A highly efficient method for making prostaglandins - natural, hormone-like chemicals that have pharmaceutical applications - is reported by University of Bristol scientists this week in Nature.
Some synthetic analogues of prostaglandin are ‘billion dollar’ drugs; the prostaglandin analogue latanoprost, which is used to treat glaucoma and ocular hypertension, generates approximately $1.6 billion in sales each year.
Prostaglandins are some of the most important molecules in biology and medicine as they regulate a broad range of activities in the body, including blood circulation, digestion and reproduction.
The breadth of biological activity, coupled with their challenging molecular architecture has made prostaglandins popular targets in synthesis for over 40 years.
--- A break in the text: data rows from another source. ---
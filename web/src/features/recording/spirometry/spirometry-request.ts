import { spirometryTestCreate, type SpirometryTestCreate } from '@slighthill/shared/contracts/spirometry-test';
import { fromLocalInput } from '../../../lib/clinic-time';
import { parseDecimal } from '../../../lib/parse-decimal';
import { issuesOf, type FormIssue } from '../forms/form-issues';
import type { BestRow, BlowRow, FormState, SetName, SpirometryForm } from './spirometry-form';
import { hiddenFilledSet, isEmptyRow, isFilledSet, setsOf } from './test-sets';

/** One test as it would be sent, and the form rows its maneuvers came from. */
interface PlannedTest {
  set: SetName;
  rows: readonly number[];
  body: Record<string, unknown>;
}

export interface CheckedSpirometry {
  issues: FormIssue[];
  tests: {
    set: SetName;
    rows: readonly number[];
    body: SpirometryTestCreate;
  }[];
}

const setTitles: Record<SetName, string> = { before: 'Before', after: 'After' };

const numbersOf = (row: BestRow) => ({
  fev1: parseDecimal(row.fev1),
  fvc: parseDecimal(row.fvc),
  pef: parseDecimal(row.pef),
  fef2575: parseDecimal(row.fef2575),
});

const maneuverOf = (row: BlowRow) => ({
  ...numbersOf(row),
  forcedTimeS: parseDecimal(row.time),
  fev1Accepted: row.fev1Used,
  fvcAccepted: row.fvcUsed,
  reason: row.reason,
});

const stateOf = (state: FormState, set: SetName): Exclude<FormState, 'given'> => (state === 'given' ? set : state);

/** Before a dose is at least this much earlier than after it, so that the two of a pair have an order. */
const minutesBetween = { least: 1, most: 1440 } as const;

/** The date and time entered are those of the test after the dose; the one before it is earlier by the time waited. */
const performedAtOf = (form: SpirometryForm, set: SetName, timeZone: string, paired: boolean): string => {
  const at = fromLocalInput(form.performedAt, timeZone);
  if (at === null) return '';
  if (!paired || set === 'after') return at;
  const waited = parseDecimal(form.minutesSinceDose);
  // What is no number of minutes is refused at its own field.
  const known = waited !== null && waited >= minutesBetween.least && waited <= minutesBetween.most;
  const minutes = known ? waited : minutesBetween.least;
  return new Date(Date.parse(at) - Math.round(minutes) * 60_000).toISOString();
};

const plan = (form: SpirometryForm, set: SetName, timeZone: string, paired: boolean): PlannedTest => {
  const { entry, rows: allRows, best } = form[set];
  const rows = allRows.flatMap((row, index) => (isEmptyRow(row) ? [] : [index]));
  const state = stateOf(form.state, set);
  const after = state === 'after';
  return {
    set,
    rows,
    body: {
      id: form.ids[set],
      ...(paired ? { visitId: form.ids.visit } : {}),
      performedAt: performedAtOf(form, set, timeZone, paired),
      heightCm: parseDecimal(form.heightCm),
      heightMethod: form.heightMethod,
      weightKg: parseDecimal(form.weightKg),
      bronchodilator: state,
      // What was given belongs to the test after it; what the person took at home to every test.
      drug: after ? form.drug : null,
      doseMcg: after ? parseDecimal(form.doseMcg) : null,
      minutesSinceDose: after ? parseDecimal(form.minutesSinceDose) : null,
      ownBronchodilatorHoursAgo: parseDecimal(form.ownHoursAgo),
      best: entry === 'best' ? numbersOf(best) : null,
      maneuvers: entry === 'maneuvers' ? rows.map((index) => maneuverOf(allRows[index]!)) : null,
      note: form.note,
    },
  };
};

const topNames: Record<string, string> = {
  bronchodilator: 'state',
  ownBronchodilatorHoursAgo: 'ownHoursAgo',
};

/** Where a message about a test's request belongs in the form. */
export const spirometryFormPath = (
  path: readonly PropertyKey[],
  test: { set: SetName; rows: readonly number[] },
): string => {
  const [first, second, third] = path.map(String);
  if (first === 'maneuvers') {
    const row = test.rows[Number(second)] ?? 0;
    return `${test.set}.rows.${row}.${third === 'forcedTimeS' ? 'time' : (third ?? 'fev1')}`;
  }
  if (first === 'best') return `${test.set}.best.${second ?? 'fev1'}`;
  return topNames[first ?? ''] ?? first ?? 'state';
};

export const textAt = (form: object, path: string): unknown =>
  path.split('.').reduce<unknown>((at, key) => (at as Record<string, unknown> | undefined)?.[key], form);

const nothingTyped = (form: SpirometryForm): FormIssue => {
  const set = setsOf(form.state)[0]!;
  return form[set].entry === 'best'
    ? { path: `${set}.best.fev1`, message: 'Enter the best values' }
    : { path: `${set}.rows.0.fev1`, message: 'Enter at least one maneuver' };
};

/** Holds the form to the API's contract: what would be sent, or what stands against it at the form's own fields. */
export const checkSpirometry = (form: SpirometryForm, timeZone: string): CheckedSpirometry => {
  const hidden = hiddenFilledSet(form);
  if (hidden) {
    const message = `There are numbers under ${setTitles[hidden]} bronchodilator. Choose "Given in this test" or clear them`;
    return { issues: [{ path: 'state', message }], tests: [] };
  }
  const filled = setsOf(form.state).filter((set) => isFilledSet(form[set]));
  if (filled.length === 0) return { issues: [nothingTyped(form)], tests: [] };
  const isEmpty = (path: string): boolean => textAt(form, path) === '';
  const checked: CheckedSpirometry = { issues: [], tests: [] };
  for (const set of filled) {
    const { rows, body } = plan(form, set, timeZone, filled.length > 1);
    const result = spirometryTestCreate.safeParse(body);
    checked.issues.push(...issuesOf(result, (path) => spirometryFormPath(path, { set, rows }), isEmpty));
    if (result.success) checked.tests.push({ set, rows, body: result.data });
  }
  return checked;
};
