export interface ManeuverResult {
  fev1Ml: number;
  fvcMl: number;
  pefLPerS: number | null;
  fef2575LPerS: number | null;
  fev1Accepted: boolean;
  fvcAccepted: boolean;
}

export interface BestOfManeuvers {
  fev1Ml: number | null;
  fvcMl: number | null;
  pefLPerS: number | null;
  fef2575LPerS: number | null;
  /** Positions (from 0) of the maneuvers the values come from. */
  fev1From: number | null;
  fvcFrom: number | null;
  pefFrom: number | null;
  /** The maneuver accepted for both indices with the largest sum; flows come from it. */
  curveFrom: number | null;
}

/** Position of the first maneuver that comes before all others, among those that qualify. */
function first<T>(list: readonly T[], qualifies: (item: T) => boolean, before: (a: T, b: T) => boolean): number | null {
  let best: number | null = null;
  list.forEach((item, index) => {
    if (qualifies(item) && (best === null || before(item, list[best] as T))) best = index;
  });
  return best;
}

const sum = (blow: ManeuverResult): number => blow.fev1Ml + blow.fvcMl;

/**
 * Result of one set of maneuvers, before or after bronchodilator (rule SP-2; Graham 2019, AJRCCM 200:e70, from memory;
 * largest values from different efforts). FEV1 and FVC are each the largest accepted one; FEF25-75 comes from the
 * maneuver accepted for both with the largest sum (tie: larger FVC, then the earlier); PEF is the largest with an
 * accepted FEV1. Whole mL and L/s, any number of maneuvers. An index without an accepted maneuver is null.
 * @example blows of 1210/2560, 1260/2490 and 1190/2610 mL give FEV1 1260, FVC 2610, curve from the third
 */
export function bestOfManeuvers(blows: readonly ManeuverResult[]): BestOfManeuvers {
  const fev1From = first(
    blows,
    (blow) => blow.fev1Accepted,
    (a, b) => a.fev1Ml > b.fev1Ml,
  );
  const fvcFrom = first(
    blows,
    (blow) => blow.fvcAccepted,
    (a, b) => a.fvcMl > b.fvcMl,
  );
  const pefFrom = first(
    blows,
    (blow) => blow.fev1Accepted && blow.pefLPerS !== null,
    (a, b) => (a.pefLPerS ?? 0) > (b.pefLPerS ?? 0),
  );
  const curveFrom = first(
    blows,
    (blow) => blow.fev1Accepted && blow.fvcAccepted,
    (a, b) => sum(a) > sum(b) || (sum(a) === sum(b) && a.fvcMl > b.fvcMl),
  );
  const from = (index: number | null) => (index === null ? null : (blows[index] ?? null));
  return {
    fev1Ml: from(fev1From)?.fev1Ml ?? null,
    fvcMl: from(fvcFrom)?.fvcMl ?? null,
    pefLPerS: from(pefFrom)?.pefLPerS ?? null,
    fef2575LPerS: from(curveFrom)?.fef2575LPerS ?? null,
    fev1From,
    fvcFrom,
    pefFrom,
    curveFrom,
  };
}
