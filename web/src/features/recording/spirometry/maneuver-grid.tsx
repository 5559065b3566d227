import { useFormContext } from 'react-hook-form';
import { Icon } from '../../../ui/icon';
import { VisuallyHidden } from '../../../ui/visually-hidden';
import type { FormQuestion } from '../forms/form-question';
import { bestPreview } from './best-preview';
import { ManeuverRow, rowErrorId } from './maneuver-row';
import { rowCount, type SetName, type SpirometryForm } from './spirometry-form';

interface ManeuverGridProps {
  set: SetName;
  title: string;
  values: SpirometryForm;
  questions: readonly FormQuestion[];
}

const rowFields = ['fev1', 'fvc', 'pef', 'fef2575', 'time', 'reason'] as const;

const head = 'border-b border-rule px-2 pb-2 align-bottom text-head text-ink-soft';

export const ManeuverGrid = ({ set, title, values, questions }: ManeuverGridProps) => {
  const { formState } = useFormContext<SpirometryForm>();
  const { fev1Row, fvcRow } = bestPreview(values[set]);
  const asked = new Set(questions.map((question) => question.field));
  const rowErrors = Array.from({ length: rowCount }, (_, index) => {
    const row = formState.errors[set]?.rows?.[index];
    const message = rowFields.map((field) => row?.[field]?.message).find((words) => words !== undefined);
    return message === undefined ? null : { index, message };
  }).filter((error) => error !== null);

  return (
    <>
      <div className="scroll-pl-8 overflow-x-auto">
        <table className="w-full min-w-150 table-fixed border-collapse">
          <VisuallyHidden as="caption">{title}</VisuallyHidden>
          <thead>
            <tr>
              <th scope="col" className={`${head} sticky left-0 z-1 w-7 bg-surface pl-0`}>
                <VisuallyHidden>Maneuver</VisuallyHidden>
              </th>
              <th scope="col" className={`${head} text-right`}>
                FEV1, L
              </th>
              <th scope="col" className={`${head} text-right`}>
                FVC, L
              </th>
              <th scope="col" className={`${head} w-16 text-right`}>
                Ratio
              </th>
              <th scope="col" className={`${head} text-right`}>
                PEF, L/s
              </th>
              {values.withFef && (
                <th scope="col" className={`${head} text-right`}>
                  FEF25-75, L/s
                </th>
              )}
              <th scope="col" className={`${head} text-right`}>
                Time, s
              </th>
              <th scope="col" className={`${head} w-14 text-center`}>
                FEV1 used
              </th>
              <th scope="col" className={`${head} w-14 text-center`}>
                FVC used
              </th>
              <th scope="col" className={`${head} w-40 text-left`}>
                Note
              </th>
            </tr>
          </thead>
          <tbody>
            {values[set].rows.map((row, index) => (
              <ManeuverRow
                key={index}
                set={set}
                index={index}
                row={row}
                withFef={values.withFef}
                bestFev1={index === fev1Row}
                bestFvc={index === fvcRow}
                askedFields={asked}
              />
            ))}
          </tbody>
        </table>
      </div>
      {rowErrors.map(({ index, message }) => (
        <p
          key={index}
          id={rowErrorId(set, index)}
          role="alert"
          className="flex items-center gap-2 text-note text-rowan"
        >
          <Icon name="alert" size={16} />
          {`Maneuver ${index + 1}: ${message}`}
        </p>
      ))}
    </>
  );
};
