/**
 * FEV1Q (rule GR-13; ERS/ATS 2021): FEV1 in L over 0.5 for men and 0.4 for women. Adults. Higher is better, near 1 is
 * high risk. FEV1 above 0; throws RangeError otherwise.
 * @example fev1q('female', 0.9) // 2.25
 */
export function fev1q(sex: 'male' | 'female', fev1L: number): number {
  if (!(fev1L > 0)) throw new RangeError(`fev1L ${fev1L} must be more than 0`);
  return fev1L / (sex === 'male' ? 0.5 : 0.4);
}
However, since these molecules cannot be isolated from natural sources in sufficient quantities, they have to be synthesized, but routes are lengthy.
For example, the current synthesis of latanoprost requires 20 steps and uses the methodology and strategy developed by E. J. Corey, a giant in the area of synthesis (he was awarded the Nobel Prize in Chemistry, in 1990 "for his development of the theory and methodology of organic synthesis").
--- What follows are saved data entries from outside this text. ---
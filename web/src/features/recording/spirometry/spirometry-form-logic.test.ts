import { describe, expect, it } from 'vitest';
import { bestPreview, rowRatio } from './best-preview';
import { emptyRow, emptySet, emptySpirometryForm, type BlowRow, type SpirometryForm } from './spirometry-form';
import { spirometryQuestions, type SpirometryEarlier } from './spirometry-questions';
import { checkSpirometry } from './spirometry-request';
import { setsOf, withState } from './test-sets';

const zone = 'America/Denver';
const ids = [
  '11111111-1111-4111-8111-111111111111',
  '22222222-2222-4222-8222-222222222222',
  '33333333-3333-4333-8333-333333333333',
];

const blow = (fev1: string, fvc: string, more: Partial<BlowRow> = {}): BlowRow => ({
  ...emptyRow(),
  fev1,
  fvc,
  ...more,
});

const setOf = (...rows: BlowRow[]) => {
  const set = emptySet();
  rows.forEach((row, index) => (set.rows[index] = row));
  return set;
};

const form = (more: Partial<SpirometryForm> = {}): SpirometryForm => {
  let next = 0;
  return {
    ...emptySpirometryForm('2026-10-14T10:26', () => ids[next++]!),
    heightCm: '165',
    ...more,
  };
};

const nothingEarlier: SpirometryEarlier = {
  heightCm: null,
  weightKg: null,
  fev1: null,
  fvc: null,
};

describe('bestPreview', () => {
  // Rule SP-2, cases 1, 2 and 4 (Graham 2019), in liters; "usable" and "neither" are both "not used" here.
  it.each([
    ['case 1', setOf(blow('1.210', '2.560'), blow('1.260', '2.490'), blow('1.190', '2.610')), 1.26, 2.61, 1, 2],
    [
      'case 2',
      setOf(
        blow('0.900', '1.800'),
        blow('0.960', '1.740', { fvcUsed: false }),
        blow('0.870', '1.900', { fev1Used: false, fvcUsed: false }),
      ),
      0.96,
      1.8,
      1,
      0,
    ],
    ['case 4', setOf(blow('1.800', '2.400'), blow('1.800', '2.380'), blow('1.740', '2.400')), 1.8, 2.4, 0, 0],
  ])('takes the largest used FEV1 and FVC, each for itself: %s', (_name, set, fev1, fvc, fev1Row, fvcRow) => {
    expect(bestPreview(set)).toMatchObject({
      fev1,
      fvc,
      fev1Row,
      fvcRow,
      fev1fvc: fev1 / fvc,
    });
  });

  it('leaves out a blow whose FEV1 is above its FVC', () => {
    expect(bestPreview(setOf(blow('3.0', '2.0'), blow('1.4', '2.4')))).toMatchObject({ fev1: 1.4, fvc: 2.4 });
  });

  it('says nothing of an empty set', () => {
    expect(bestPreview(emptySet())).toMatchObject({
      fev1: null,
      fvc: null,
      fev1fvc: null,
    });
  });

  it('reads a comma as a decimal sign', () => {
    expect(rowRatio('1,44', '2,40')).toBeCloseTo(0.6, 9);
    expect(rowRatio('2.5', '2.4')).toBeNull();
  });
});

describe('checkSpirometry', () => {
  it('makes a pair of one visit when both sets are filled', () => {
    const { issues, tests } = checkSpirometry(
      form({
        drug: 'Albuterol',
        doseMcg: '400',
        minutesSinceDose: '15',
        before: setOf(blow('1.38', '2.36')),
        after: setOf(blow('1.46', '2.47')),
      }),
      zone,
    );
    expect(issues).toEqual([]);
    expect(tests.map(({ body }) => [body.id, body.visitId, body.bronchodilator, body.drug])).toEqual([
      [ids[1], ids[0], 'before', null],
      [ids[2], ids[0], 'after', 'Albuterol'],
    ]);
  });

  it('puts the test before the dose earlier by the minutes waited; after keeps the time entered', () => {
    const pair = {
      before: setOf(blow('1.38', '2.36')),
      after: setOf(blow('1.46', '2.47')),
    };
    const times = (more: Partial<SpirometryForm>) =>
      checkSpirometry(form({ ...pair, ...more }), zone).tests.map(({ body }) => body.performedAt);
    expect(times({ minutesSinceDose: '15' })).toEqual(['2026-10-14T16:11:00.000Z', '2026-10-14T10:26:00-06:00']);
    expect(times({ minutesSinceDose: '' })).toEqual(['2026-10-14T16:25:00.000Z', '2026-10-14T10:26:00-06:00']);
    expect(times({ minutesSinceDose: '0' })[0]).toBe('2026-10-14T16:25:00.000Z');
  });

  it('waits in real minutes where clocks go back', () => {
    const { tests } = checkSpirometry(
      form({
        performedAt: '2026-11-01T02:05',
        minutesSinceDose: '15',
        before: setOf(blow('1.38', '2.36')),
        after: setOf(blow('1.46', '2.47')),
      }),
      zone,
    );
    expect(tests.map(({ body }) => body.performedAt)).toEqual([
      '2026-11-01T08:50:00.000Z',
      '2026-11-01T02:05:00-07:00',
    ]);
  });

  it('moves no time of a test that stands alone', () => {
    const { tests } = checkSpirometry(form({ minutesSinceDose: '15', before: setOf(blow('1.38', '2.36')) }), zone);
    expect(tests[0]?.body.performedAt).toBe('2026-10-14T10:26:00-06:00');
  });

  it('makes one test without a visit when one set is filled', () => {
    const { tests } = checkSpirometry(form({ state: 'none', before: setOf(blow('1.38', '2.36')) }), zone);
    expect(tests).toHaveLength(1);
    expect(tests[0]?.body).toMatchObject({
      bronchodilator: 'none',
      id: ids[1],
    });
    expect(tests[0]?.body.visitId).toBeUndefined();
  });

  it('refuses an FEV1 above its FVC in words, at the row it was typed in', () => {
    const { issues } = checkSpirometry(
      form({
        before: setOf(blow('1.4', '2.4'), emptyRow(), blow('3.24', '3.10')),
      }),
      zone,
    );
    expect(issues).toEqual([
      {
        path: 'before.rows.2.fev1',
        message: 'FEV1 cannot be more than FVC (3.10 L)',
      },
    ]);
  });

  it('asks for what is missing by its name', () => {
    const { issues } = checkSpirometry(form({ heightCm: '', before: setOf(blow('1.4', '')) }), zone);
    expect(issues).toEqual([
      { path: 'heightCm', message: 'Enter the height' },
      { path: 'before.rows.0.fvc', message: 'Enter FVC' },
    ]);
  });

  it('says that text is no number', () => {
    const { issues } = checkSpirometry(form({ after: setOf(blow('1.4x', '2.4')) }), zone);
    expect(issues).toEqual([{ path: 'after.rows.0.fev1', message: 'FEV1 must be a number' }]);
  });

  it('sends no numbers of a set that the state hides, and says so', () => {
    const { issues, tests } = checkSpirometry(form({ state: 'none', after: setOf(blow('1.4', '2.4')) }), zone);
    expect(tests).toEqual([]);
    expect(issues[0]?.path).toBe('state');
  });

  it('wants at least one maneuver', () => {
    expect(checkSpirometry(form(), zone).issues).toEqual([
      { path: 'before.rows.0.fev1', message: 'Enter at least one maneuver' },
    ]);
  });
});

describe('spirometryQuestions', () => {
  const texts = (more: Partial<SpirometryForm>, earlier: Partial<SpirometryEarlier> = {}) =>
    spirometryQuestions(form(more), { ...nothingEarlier, ...earlier });

  it('asks whether 65 cm was inches and offers the answer', () => {
    const [question] = texts({ heightCm: '65' });
    expect(question).toMatchObject({
      field: 'heightCm',
      text: '65 cm. Did you mean 65 inches (165.1 cm)?',
      fix: { label: 'Yes, 165.1 cm', value: '165.1' },
      mayStand: false,
    });
  });

  it('asks about equal FEV1 and FVC', () => {
    expect(texts({ state: 'none', before: setOf(blow('2.40', '2.4')) }).map((question) => question.text)).toEqual([
      'Maneuver 1: FEV1 equals FVC (2.40 L). Is that right?',
    ]);
  });

  it('asks above a change of 30 percent from the last, not at it', () => {
    const earlier = { fev1: { value: 2, on: '2026-08-24' } };
    expect(texts({ before: setOf(blow('1.40', '3.0')) }, earlier)).toEqual([]);
    const [question] = texts({ before: setOf(blow('1.39', '3.0')) }, earlier);
    expect(question?.text).toContain('below the last, 2.00 L on Aug 24');
    expect(question?.field).toBe('before.rows.0.fev1');
  });

  it('asks about a height that moved by more than 1.5 cm and a weight by more than a tenth', () => {
    const earlier = {
      heightCm: { value: 165, on: '2026-08-24' },
      weightKg: { value: 60, on: '2026-08-24' },
    };
    expect(texts({ heightCm: '166.5', weightKg: '66' }, earlier)).toEqual([]);
    expect(texts({ heightCm: '166.6', weightKg: '66.1' }, earlier).map((question) => question.field)).toEqual([
      'heightCm',
      'weightKg',
    ]);
  });

  it('asks about a value outside the usual range (rule 0.7)', () => {
    expect(texts({ after: setOf(blow('0.25', '1.5')) }).map((question) => question.field)).toEqual([
      'after.rows.0.fev1',
    ]);
  });
});

describe('withState', () => {
  it('moves the numbers of one test when its state is corrected', () => {
    const amended = withState(form({ state: 'before', before: setOf(blow('1.4', '2.4')) }), 'after');
    expect(setsOf(amended.state)).toEqual(['after']);
    expect(amended.after.rows[0]?.fev1).toBe('1.4');
    expect(amended.before.rows[0]?.fev1).toBe('');
  });
});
Until now, despite huge synthetic effort in industry and academia, advances in the synthesis of prostaglandins since Corey’s contributions have been limited.
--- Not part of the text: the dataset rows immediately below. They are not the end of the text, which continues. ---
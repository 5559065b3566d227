import { snap } from '@slighthill/shared/format';

function checkVolumes(...volumesMl: number[]): void {
  for (const volume of volumesMl) if (!(volume > 0)) throw new RangeError(`volume ${volume} mL must be more than 0`);
}

/**
 * Bronchodilator response by the 2005 rule (GR-9; Pellegrino 2005, ERJ 26:948) for FEV1 or FVC in whole mL: a rise of
 * 12 percent of the earlier value and 200 mL. Sources print both "at least" and "more than"; the default is at least,
 * `strict` asks for more than. Throws RangeError for volumes that are not positive.
 * @example respondsBy2005(1500, 1700) // true
 */
export function respondsBy2005(beforeMl: number, afterMl: number, options: { strict?: boolean } = {}): boolean {
  checkVolumes(beforeMl, afterMl);
  const change = afterMl - beforeMl;
  return options.strict ? 100 * change > 12 * beforeMl && change > 200 : 100 * change >= 12 * beforeMl && change >= 200;
}

export interface Response2021 {
  percentOfPredicted: number;
  responds: boolean;
}

/**
 * Bronchodilator response by the 2021 rule (GR-10; Stanojevic 2022, ERJ 60:2101499), the default: the change as percent
 * of the predicted value, a response when it is more than 10. Volumes in mL; throws RangeError for volumes that are not
 * positive.
 * @example responseBy2021(2000, 2300, 3000) // { percentOfPredicted: 10, responds: false }
 */
export function responseBy2021(beforeMl: number, afterMl: number, predictedMl: number): Response2021 {
  checkVolumes(beforeMl, afterMl, predictedMl);
  const percentOfPredicted = (100 * (afterMl - beforeMl)) / predictedMl;
  return { percentOfPredicted, responds: snap(percentOfPredicted) > 10 };
}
Professor Varinder Aggarwal, who led the research at the University’s School of Chemistry, and colleagues now report a concise synthesis of prostaglandin PGF2a, which relies on the use of an organocatalyst, a small organic molecule, to catalyze a key step in the process.
The key step not only produces a key intermediate, but it also does so with exquisite control over relative and absolute stereochemistry.
The new process uses a new disconnection which has enabled them to complete the synthesis in just seven steps. It should be possible to modify the authors’ synthetic route to obtain other known prostaglandin-based drugs, e.g. latanaprost in a more cost-effective manner and to make it easier to discover new biologically active prostaglandin analogues.
In a follow-up patent, the authors have described the application of this technology to a simple synthesis of prostaglandin-based drugs, e.g. latanoprost and bimataprost.
The methodology should now make it easier to discover new biologically active prostaglandin analogues. It is a major advance and represents a step change in the synthesis of this important class of compounds.
Professor Aggarwal said: "Despite the long syntheses and the resulting huge effort that is required for the preparation of these molecules, they are still used in the clinic, because of their important biological activity.
"Being able to make complex pharmaceuticals in a shorter number of steps and therefore more effectively, would mean that many more people could be treated for the same cost."